Supplied data:
⟨

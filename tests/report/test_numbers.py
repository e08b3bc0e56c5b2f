"""How numbers are written. Expected texts follow from the rounding rule by hand, worked out beside each case."""

from __future__ import annotations

import math

import pytest

from kernelfit.report.numbers import (
    count_text,
    distance_label,
    duration_text,
    interval_text,
    number_text,
    p_sentence,
    p_text,
    powers_text,
    range_text,
    time_text,
)

NAN, INF = math.nan, math.inf
MINUS = "\N{MINUS SIGN}"


@pytest.mark.parametrize(
    ("numbers", "unit", "text"),
    [
        ((12.0, 9.0, 15.0), "%", "12 % (9 to 15)"),  # half-width 3.0: one decimal, zero in all three
        ((12.34, 9.12, 15.38), "%", "12.3 % (9.1 to 15.4)"),  # half-width 3.13: one decimal
        ((12.34, 9.12, 15.98), "%", "12.3 % (9.1 to 16.0)"),  # a zero in one number only stays
        ((1234.0, 812.0, 1891.0), "µm", "1,230 µm (810 to 1,890)"),  # half-width 540: to tens
        ((90_145.0, 71_200.0, 112_900.0), "", "90,000 (71,000 to 113,000)"),  # half-width 20,850: to thousands
        ((0.05, 0.0381, 0.0612), "", "0.050 (0.038 to 0.061)"),  # half-width 0.012: three decimals
        ((-0.05, -0.0612, -0.0381), "", f"{MINUS}0.050 ({MINUS}0.061 to {MINUS}0.038)"),
        ((0.5, 0.4996, 0.5004), "", "0.500 (0.500 to 0.500)"),  # would need four decimals; prose has three
        ((5.0, 4.005, 5.997), "Hz", "5 Hz (4 to 6)"),  # half-width 0.996 is 1.0 at two digits: one decimal
        ((3.0, -1.0, 7.0), "%", f"3 % ({MINUS}1 to 7)"),
        ((0.0, -0.0004, 0.0004), "", "0.000 (0.000 to 0.000)"),  # no minus before a zero
        ((1279.1, 1.616, 1_012_220.0), "µm", "1,300 µm (1.6 to 1,000,000)"),  # decades apart: two digits each
        ((13.0, 11.0, INF), "ms", "13 ms (at least 11)"),
        ((13.0, -INF, 15.0), "ms", "13 ms (at most 15)"),
        ((50.0, NAN, NAN), "1/s", "50 1/s"),
        ((NAN, 1.0, 2.0), "%", "could not be estimated"),
    ],
)
def test_an_interval_is_rounded_by_its_half_width(numbers, unit, text):
    assert interval_text(*numbers, unit) == text


def test_tables_may_have_more_decimals_than_prose():
    assert interval_text(0.01234, 0.01211, 0.01257) == "0.012 (0.012 to 0.013)"
    # half-width 0.00023: two digits need five decimals
    assert interval_text(0.01234, 0.01211, 0.01257, max_decimals=6) == "0.01234 (0.01211 to 0.01257)"


@pytest.mark.parametrize(
    ("p", "text"),
    [
        (0.0421, "0.042"),
        (0.3, "0.30"),
        (0.00149, "0.0015"),
        (0.0009999, "< 0.001"),
        (0.001, "0.0010"),
        (1e-300, "< 0.001"),
        (0.9999, "1.00"),
        (0.094, "0.094"),
        (0.0996, "0.10"),
        (NAN, "could not be estimated"),
    ],
)
def test_p_values_have_two_digits(p, text):
    assert p_text(p) == text


def test_p_values_in_sentences():
    assert p_sentence(0.042) == "p = 0.042"
    assert p_sentence(1e-9) == "p < 0.001"


@pytest.mark.parametrize(
    ("seconds", "text"),
    [
        ((0.0132, 0.0108, 0.0155), "13.2 ms (10.8 to 15.5)"),
        ((0.013, 0.011, 0.015), "13 ms (11 to 15)"),
        ((1.31, 1.02, 1.58), "1.31 s (1.02 to 1.58)"),
        ((0.005, NAN, NAN), "5 ms"),
        ((0.9, 0.7, 1.3), "900 ms (700 to 1,300)"),  # one unit for all three, that of the estimate
    ],
)
def test_times_below_a_second_are_in_milliseconds(seconds, text):
    assert time_text(*seconds) == text


@pytest.mark.parametrize(
    ("seconds", "text"),
    [(0.25, "250 ms"), (45.0, "45 s"), (1782.0, "29 min 42 s"), (3600.0, "1 h"), (7260.0, "2 h 1 min")],
)
def test_durations_read_as_people_say_them(seconds, text):
    assert duration_text(seconds) == text


@pytest.mark.parametrize(
    ("value", "digits", "text"),
    [
        (90_145.2, 3, "90,145"),
        (5.0, 3, "5"),
        (2.4, 3, "2.4"),
        (0.00012, 3, "0"),
        (0.0996, 2, "0.1"),
        (-2.345, 3, f"{MINUS}2.35"),
        (0.0, 3, "0"),
        (NAN, 3, "not known"),
    ],
)
def test_lone_numbers(value, digits, text):
    assert number_text(value, digits) == text


def test_columns_of_figures_keep_their_zeros():
    assert number_text(1.1, keep_zeros=True) == "1.10"


def test_counts_and_distances():
    assert count_text(90_145) == "90,145"
    assert distance_label(200.0) == "200 µm"
    assert distance_label(0.23) == "0.2 µm"
    assert distance_label(12_500.0) == "12.5 mm"


def test_ranges_keep_both_ends_to_their_own_digits():
    assert range_text(0.00063, 0.4) == "0.00063 to 0.40"
    assert range_text(6.0, 11.2) == "6.0 to 11"


def test_powers_of_ten_are_written_as_people_do():
    assert powers_text("the last step was 2.4e-07 long") == "the last step was 2.4 × 10⁻⁷ long"
    assert powers_text("unit e15, 1e+12 bins") == "unit e15, 1 × 10¹² bins"
    assert powers_text("6.9e-01 standard errors") == "0.69 standard errors"
    assert number_text(-1.42e17) == f"{MINUS}1.42 × 10¹⁷"


def test_ends_beyond_anything_bound_nothing():
    assert interval_text(0.0, -6e19, 6e19) == "0 (not bounded)"
    assert interval_text(2.0, 1.0, 6e19) == "2 (at least 1)"
    assert interval_text(2.0, NAN, NAN) == "2"
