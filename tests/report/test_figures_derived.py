"""The kernel with the distances read off it: its data, and what is drawn of them."""

from __future__ import annotations

import numpy as np
import pytest
from worlds import NOTHING, model, simulated

import kernelfit as kf
from kernelfit.errors import Unavailable
from kernelfit.report.derived_data import MarkedKernel, marked_kernel
from kernelfit.report.figures_derived import draw_marked_kernel

pytestmark = pytest.mark.filterwarnings("ignore::kernelfit.KernelfitWarning")

LAWS = {
    "mexican-hat": kf.kernels.MexicanHat().at(amplitude=0.5, length_um=110.0, n_coordinates=2),
    "exponential": kf.kernels.Exponential().at(amplitude=0.15, length_um=90.0, reference_um=100.0),
    "disc": kf.kernels.Disc().at(amplitude=0.2, length_um=210.0),
}


@pytest.fixture(scope="module", params=LAWS)
def fit(request):
    return model(request.param).fit(simulated(3, LAWS[request.param], n_side=4), threads=2)


def marked(fit) -> MarkedKernel:
    data = marked_kernel(fit, fit.derived())
    assert isinstance(data, MarkedKernel)
    return data


def test_the_marks_lie_on_the_curve_with_the_intervals_of_the_table(fit):
    names = {
        "mexican-hat": ["half", "1/e (reach)", "sign change", "trough"],
        "exponential": ["half", "1/e (reach)"],
        "disc": ["radius"],
    }[fit.model.kernel.name]
    data, table = marked(fit), fit.derived()
    assert [mark.name for mark in data.marks] == names
    of = {"half": "half_distance_um", "sign change": "sign_change_um", "trough": "trough_um"}
    for mark in data.marks:
        row = table.loc[of.get(mark.name, "reach_um")]
        assert (mark.distance_um, mark.lower, mark.upper) == (row["estimate"], row["lower"], row["upper"])
        assert mark.jump == pytest.approx(float(fit.kernel(np.array([mark.distance_um]))[0]), abs=1e-9)
    assert len(data.numbers()) == len(names)
    missing = {name for name, _ in data.missing}
    assert missing == ({"sign_change_um", "trough_um"} if len(names) < 4 else set())


def test_the_title_is_the_finding(fit):
    place = {m.name: f"{m.distance_um:.0f} µm" for m in marked(fit).marks}
    said = {
        "mexican-hat": f"One spike raises the rate closer than {place.get('sign change')} and lowers it beyond",
        "exponential": f"The effect of a spike has fallen to 37 % at {place.get('1/e (reach)')}",
        "disc": f"The effect of a spike ends at {place.get('radius')}",
    }[fit.model.kernel.name]
    assert marked(fit).title == said


def test_every_mark_is_drawn_with_its_row_and_number(fit):
    data = marked(fit)
    figure = draw_marked_kernel(data)
    top, strip, under = figure.axes
    drawn = {tuple(np.ravel(line.get_xydata())) for line in top.lines}
    rows = {tuple(np.ravel(line.get_xydata())) for line in strip.lines}
    for k, mark in enumerate(data.marks):
        assert (mark.distance_um, mark.jump) in drawn
        assert (mark.distance_um, k) in rows
    assert [label.get_text() for label in strip.get_yticklabels()] == [mark.name for mark in data.marks]
    assert [text.get_text().split(" µm (")[0] for text in strip.texts]
    assert len(strip.texts) == len(data.marks)
    assert under.get_xlabel() == "distance (µm)"


def test_open_ends_run_to_where_the_array_ends():
    law = kf.kernels.Exponential().at(amplitude=-0.3, length_um=200.0, reference_um=100.0)
    fit = model("exponential").fit(simulated(3, law, n_side=4), threads=2)
    data = marked(fit)
    assert data.marks[1].upper == np.inf
    strip = draw_marked_kernel(data).axes[1]
    right = max(float(np.max(line.get_xdata())) for line in strip.lines)
    assert right == pytest.approx(fit.span.largest_um)
    assert any("at least" in text.get_text() for text in strip.texts)


def test_nothing_is_drawn_without_coupling_or_without_a_fall():
    uncoupled = model("exponential").fit(simulated(8, NOTHING), threads=2)
    got = marked_kernel(uncoupled, uncoupled.derived())
    assert isinstance(got, Unavailable)
    assert got.reason == "no coupling to describe"
    flat = model("flat").fit(simulated(3, kf.kernels.Flat().at(amplitude=0.1), duration_s=60.0), threads=2)
    assert flat.verdict.found
    got = marked_kernel(flat, flat.derived())
    assert isinstance(got, Unavailable)
    assert "does not fall to half" in got.reason
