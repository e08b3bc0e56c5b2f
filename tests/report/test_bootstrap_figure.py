"""The figure of bootstrap replicates: its numbers are those of the tables, and it is drawn whatever is missing."""

from __future__ import annotations

from dataclasses import replace

import numpy as np
import pytest
from worlds import NOTHING, model, simulated

from kernelfit.inference.bootstrap import Parametric
from kernelfit.report.bootstrap_data import replicates_data
from kernelfit.report.figures_bootstrap import draw_replicates

pytestmark = pytest.mark.filterwarnings("ignore::kernelfit.KernelfitWarning")


@pytest.fixture(scope="module")
def boot():
    return model().fit(simulated(3, duration_s=60.0)).bootstrap("one-step", n_replicates=400)


def test_numbers_are_those_of_the_tables(boot):
    data = replicates_data(boot)
    numbers = data.numbers().set_index(["parameter", "kind"])
    for method, word in (
        ("percentile", "percentile"),
        ("basic", "basic"),
        ("studentised", "studentised"),
        ("bca", "BCa"),
    ):
        table = boot.intervals(method=method)
        for name, shown in (("amplitude", "amplitude"), ("length_um", "length"), ("leak_rate", "leak rate")):
            got = numbers.loc[(shown, word), ["estimate", "lower", "upper"]].to_numpy(dtype=float)
            want = table.loc[name, ["estimate", "lower", "upper"]].to_numpy(dtype=float)
            np.testing.assert_array_equal(got, want)
    wald = numbers.loc[("length", "robust, no replicates"), ["lower", "upper"]].to_numpy(dtype=float)
    np.testing.assert_array_equal(wald, boot.fit.parameters.loc["length_um", ["lower", "upper"]].to_numpy(dtype=float))
    assert all(p.values.size == 400 for p in data.parameters)
    assert data.caption == boot.sentence


def test_the_title_says_what_is_known_worst(boot):
    data = replicates_data(boot)
    table = boot.intervals()
    relative = (table["upper"] - table["lower"]) / table["estimate"].abs()
    assert relative.idxmax().removesuffix("_um").replace("_", " ") in data.title


def test_a_column_for_each_parameter_and_a_row_for_each_kind(boot):
    figure = draw_replicates(replicates_data(boot))
    axes = np.array(figure.axes).reshape(2, -1)
    assert [ax.get_xlabel() for ax in axes[1]] == ["amplitude (per spike)", "length (µm)", "leak rate (1/s)"]
    rows = [t.get_text() for t in axes[1, 0].get_yticklabels()]
    assert rows == ["percentile", "basic", "studentised", "BCa", "robust, no replicates"]
    counts = [sum(bar.get_height() for bar in ax.patches) for ax in axes[0]]
    beyond = [sum(int(t.get_text().split()[0]) for t in ax.texts) for ax in axes[0]]
    assert [c + b for c, b in zip(counts, beyond, strict=True)] == [400, 400, 400]
    assert axes[0, 0].get_xscale() == "linear"
    assert axes[0, 1].get_xscale() == "log"


def test_other_kinds_and_levels(boot):
    """No BCa where replicates do not come from blocks; the fit's own intervals stand at 95 % alone."""
    kinds = replicates_data(replace(boot, kind=Parametric())).numbers()["kind"].unique()
    assert "BCa" not in kinds
    assert list(replicates_data(boot, 0.9).numbers()["kind"].unique()) == ["percentile", "basic", "studentised", "BCa"]


def test_drawn_whatever_is_missing(boot):
    few = boot.fit.bootstrap("one-step", n_replicates=20)
    data = replicates_data(few)
    assert "too few" in data.title
    assert [i.known for i in data.parameters[0].intervals] == [False, False, False, False, True]
    draw_replicates(data)
    failed = replace(boot, converged=np.zeros(400, dtype=bool))
    assert replicates_data(failed).parameters == ()
    draw_replicates(replicates_data(failed))
    nothing = model().fit(simulated(11, NOTHING, duration_s=30.0)).bootstrap("one-step", n_replicates=99)
    data = replicates_data(nothing)
    assert [p.name for p in data.parameters] == ["amplitude"]
    assert data.title.startswith("No coupling found")
    draw_replicates(data)
    disc = model("disc").fit(simulated(3, duration_s=60.0)).bootstrap("one-step", n_replicates=99)
    assert [p.name for p in replicates_data(disc).parameters] == ["amplitude", "leak rate"]  # the radius is held
    draw_replicates(replicates_data(disc))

⟩

The task:
Each line from the beginning of the listing up to the line where "# half-width 0.00023: two" appears needs to be given again exactly; please add nothing else.

Exercise answer:
filename tests/report/test_numbers.py
repository e08b3bc0e56c5b2f
"""How numbers are written. Expected texts follow from the rounding rule by hand, worked out beside each case."""

from __future__ import annotations

import math

import pytest

from kernelfit.report.numbers import (
    count_text,
    distance_label,
    duration_text,
    interval_text,
    number_text,
    p_sentence,
    p_text,
    powers_text,
    range_text,
    time_text,
)

NAN, INF = math.nan, math.inf
MINUS = "\N{MINUS SIGN}"


@pytest.mark.parametrize(
    ("numbers", "unit", "text"),
    [
        ((12.0, 9.0, 15.0), "%", "12 % (9 to 15)"),  # half-width 3.0: one decimal, zero in all three
        ((12.34, 9.12, 15.38), "%", "12.3 % (9.1 to 15.4)"),  # half-width 3.13: one decimal
        ((12.34, 9.12, 15.98), "%", "12.3 % (9.1 to 16.0)"),  # a zero in one number only stays
        ((1234.0, 812.0, 1891.0), "µm", "1,230 µm (810 to 1,890)"),  # half-width 540: to tens
        ((90_145.0, 71_200.0, 112_900.0), "", "90,000 (71,000 to 113,000)"),  # half-width 20,850: to thousands
        ((0.05, 0.0381, 0.0612), "", "0.050 (0.038 to 0.061)"),  # half-width 0.012: three decimals
        ((-0.05, -0.0612, -0.0381), "", f"{MINUS}0.050 ({MINUS}0.061 to {MINUS}0.038)"),
        ((0.5, 0.4996, 0.5004), "", "0.500 (0.500 to 0.500)"),  # would need four decimals; prose has three
        ((5.0, 4.005, 5.997), "Hz", "5 Hz (4 to 6)"),  # half-width 0.996 is 1.0 at two digits: one decimal
        ((3.0, -1.0, 7.0), "%", f"3 % ({MINUS}1 to 7)"),
        ((0.0, -0.0004, 0.0004), "", "0.000 (0.000 to 0.000)"),  # no minus before a zero
        ((1279.1, 1.616, 1_012_220.0), "µm", "1,300 µm (1.6 to 1,000,000)"),  # decades apart: two digits each
        ((13.0, 11.0, INF), "ms", "13 ms (at least 11)"),
        ((13.0, -INF, 15.0), "ms", "13 ms (at most 15)"),
        ((50.0, NAN, NAN), "1/s", "50 1/s"),
        ((NAN, 1.0, 2.0), "%", "could not be estimated"),
    ],
)
def test_an_interval_is_rounded_by_its_half_width(numbers, unit, text):
    assert interval_text(*numbers, unit) == text


def test_tables_may_have_more_decimals_than_prose():
    assert interval_text(0.01234, 0.01211, 0.01257) == "0.012 (0.012 to 0.013)"
    # half-width 0.00023: two digits need five decimals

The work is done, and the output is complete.